I caught this fast enough that I wonder if anyone even noticed, but this is the first unplanned downtime for the instance I’ll go ahead and report on it anyway.
The instance has been consistently running at approximately 75-80% memory usage since it started. This morning (in my local time zone) the server experienced a memory spike. This spike caused the kernel to start swapping excessively, which in turn spiked CPU usage to 100%.
Timeline of Events
- 2023-06-14 17:11 UTC: Memory hit 100%, caused excessive swapping and 100% CPU usage
- 2023-06-14 17:14 UTC: Issue was noticed thanks to monitoring tools
- 2023-06-14 17:15 UTC: Shut down node, initiated node resize to double RAM and CPU
- 2023-06-14 17:17 UTC: Server back up and running
Evaluation
I was already a little concerned about running the server so close to the edge of memory. This event proves that it’s not tenable. With the new node we now have 4GB of RAM and 2 CPU cores compared to 2GB and 1 core before. We are currently sitting at 36% memory usage and ~6% CPU. In general Lemmy is CPU bound for large user counts, so this server size should support us up to several hundred users. I expect memory will not be a concern for the foreseeable future.

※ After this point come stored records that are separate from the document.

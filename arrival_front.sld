<?xml version="1.0" encoding="UTF-8"?>
<StyledLayerDescriptor version="1.0.0" xmlns="http://www.opengis.net/sld" xmlns:ogc="http://www.opengis.net/ogc" xmlns:xlink="http://www.w3.org/1999/xlink" xmlns:xsi="http://www.w3.org/2001/XMLSchema-instance" xsi:schemaLocation="http://www.opengis.net/sld http://schemas.opengis.net/sld/1.0.0/StyledLayerDescriptor.xsd">
  <NamedLayer>
    <Name>arrival_front</Name>
    <UserStyle>
      <Name>arrival_front</Name>
      <Title>Arrival time: front (long-wave speed, earliest arrival)</Title>
      <Abstract>Planning aid only, not a tsunami warning. Official warning centres and local emergency management decide. Arrival times only: wave heights and flooding are not computed.</Abstract>
      <FeatureTypeStyle>
        <Rule>
          <Name>arrival_minutes</Name>
          <Title>Arrival time: front (long-wave speed, earliest arrival)</Title>
          <RasterSymbolizer>
            <Opacity>1.0</Opacity>
            <ColorMap>
              <ColorMapEntry color="#000000" quantity="-9999" opacity="0" label="no data" />
              <ColorMapEntry color="#fde725" quantity="0" opacity="1" label="0:00" />
              <ColorMapEntry color="#b5de2b" quantity="2" opacity="1" label="0:02" />
              <ColorMapEntry color="#6ece58" quantity="4" opacity="1" label="0:04" />
              <ColorMapEntry color="#35b779" quantity="6" opacity="1" label="0:06" />
              <ColorMapEntry color="#1f9e89" quantity="8" opacity="1" label="0:08" />
              <ColorMapEntry color="#26828e" quantity="10" opacity="1" label="0:10" />
              <ColorMapEntry color="#31688e" quantity="12" opacity="1" label="0:12" />
              <ColorMapEntry color="#3e4989" quantity="14" opacity="1" label="0:14" />
              <ColorMapEntry color="#482878" quantity="16" opacity="1" label="0:16" />
              <ColorMapEntry color="#440154" quantity="18" opacity="1" label="0:18" />
            </ColorMap>
          </RasterSymbolizer>
        </Rule>
      </FeatureTypeStyle>
    </UserStyle>
  </NamedLayer>
</StyledLayerDescriptor>
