def test_site_on_land_300_m_from_water_reports_about_300_m(coast):
    grid, medium, front, _ = coast
    y = Y0 - 40.5 * CELL_M  # centre of row 40
    sites = _sites_xy({"Shore Road": (COAST_X + 300.0, y)})
    (s,) = snap_sites(sites, grid, front, depth_m=medium.depth_m)
    assert s.status == SNAP_MOVED
    assert (s.row, s.col) == (40, 99)
    # 350 map metres to the centre of the last water cell; moved_m is ground metres: the
    # WGS84 geodesic between the two points (pyproj.Geod, Karney 2013), which differs from
    # the map distance by the UTM scale factor there (about 0.9997).
    assert ground_m(COAST_X + 300.0, y, COAST_X - 50.0, y) == pytest.approx(350.0, rel=1e-3)
    assert s.moved_m == pytest.approx(ground_m(COAST_X + 300.0, y, COAST_X - 50.0, y), abs=1e-6)
    assert s.depth_m == 4000.0
    assert (s.x, s.y) == pytest.approx((COAST_X - 50.0, y))


def test_nearest_reached_water_is_used_not_the_lagoon(coast):
    grid, _, front, _ = coast
    # 450 m east of the coast, in row 12: the lagoon cell (12, 104) is 0 m away but unreached.
    sites = _sites_xy({"Lagoon Side": (COAST_X + 450.0, Y0 - 12.5 * CELL_M)})
    (s,) = snap_sites(sites, grid, front)
    assert (s.status, s.row, s.col) == (SNAP_MOVED, 12, 99)
    y12 = Y0 - 12.5 * CELL_M
    assert s.moved_m == pytest.approx(ground_m(COAST_X + 450.0, y12, COAST_X - 50.0, y12), abs=1e-6)
    # A bool mask of reached cells works the same; a mask that includes the lagoon picks it.
    (t,) = snap_sites(sites, grid, np.isfinite(front.arrival_time_s))
    assert (t.row, t.col) == (12, 99)
    (u,) = snap_sites(sites, grid, medium_water(coast))
    assert u.status == SNAP_OK and u.moved_m == 0.0


def medium_water(coast):
    return coast[1].water


def test_far_inland_and_outside_sites_are_reported_not_dropped(coast):
    grid, _, front, _ = coast
    y = Y0 - 40.5 * CELL_M
    sites = _sites_xy(
        {
            "At Sea": (X0 + 2_050.0, y),
            "Inland Town": (COAST_X + 50_000.0, y),
            "Off The Map": (X0 - 5_000.0, y),
        }
    )
    snapped = snap_sites(sites, grid, front)
    assert [s.status for s in snapped] == [SNAP_OK, SNAP_NO_WATER, SNAP_OUTSIDE]
    assert snapped[0].moved_m == 0.0 and (snapped[0].row, snapped[0].col) == (40, 20)
    for s in snapped[1:]:
        assert (s.row, s.col) == (-1, -1) and math.isnan(s.moved_m) and math.isnan(s.x)
    # Radius 0: a site on land finds no water; a larger radius reaches the coast from 5 km.
    near = _sites_xy({"Hill": (COAST_X + 5_000.0, y)})
    assert snap_sites(near, grid, front, search_radius_m=0.0)[0].status == SNAP_NO_WATER
    assert snap_sites(near, grid, front)[0].status == SNAP_NO_WATER  # default 2 km
    far = snap_sites(near, grid, front, search_radius_m=6_000.0)[0]
    assert far.status == SNAP_MOVED
    assert far.moved_m == pytest.approx(ground_m(COAST_X + 5_000.0, y, COAST_X - 50.0, y), abs=1e-6)
    assert SITE_SEARCH_RADIUS_M == 2000.0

As for what caused the event in the first place, I’m not sure. Server logs around the time of the event don’t look unusual, but it’s not practical to log all inbound activity since every comment and every vote on every instance that we are subscribed to is a separate HTTP request. It’s possible that the spike was a result of bursty federation messages from lemmy.ml, which has been struggling under load the last couple of days.
I feel pretty confident about the new server hardware for now so I will continue to diligently monitor system performance, but I don’t expect this particular issue to recur.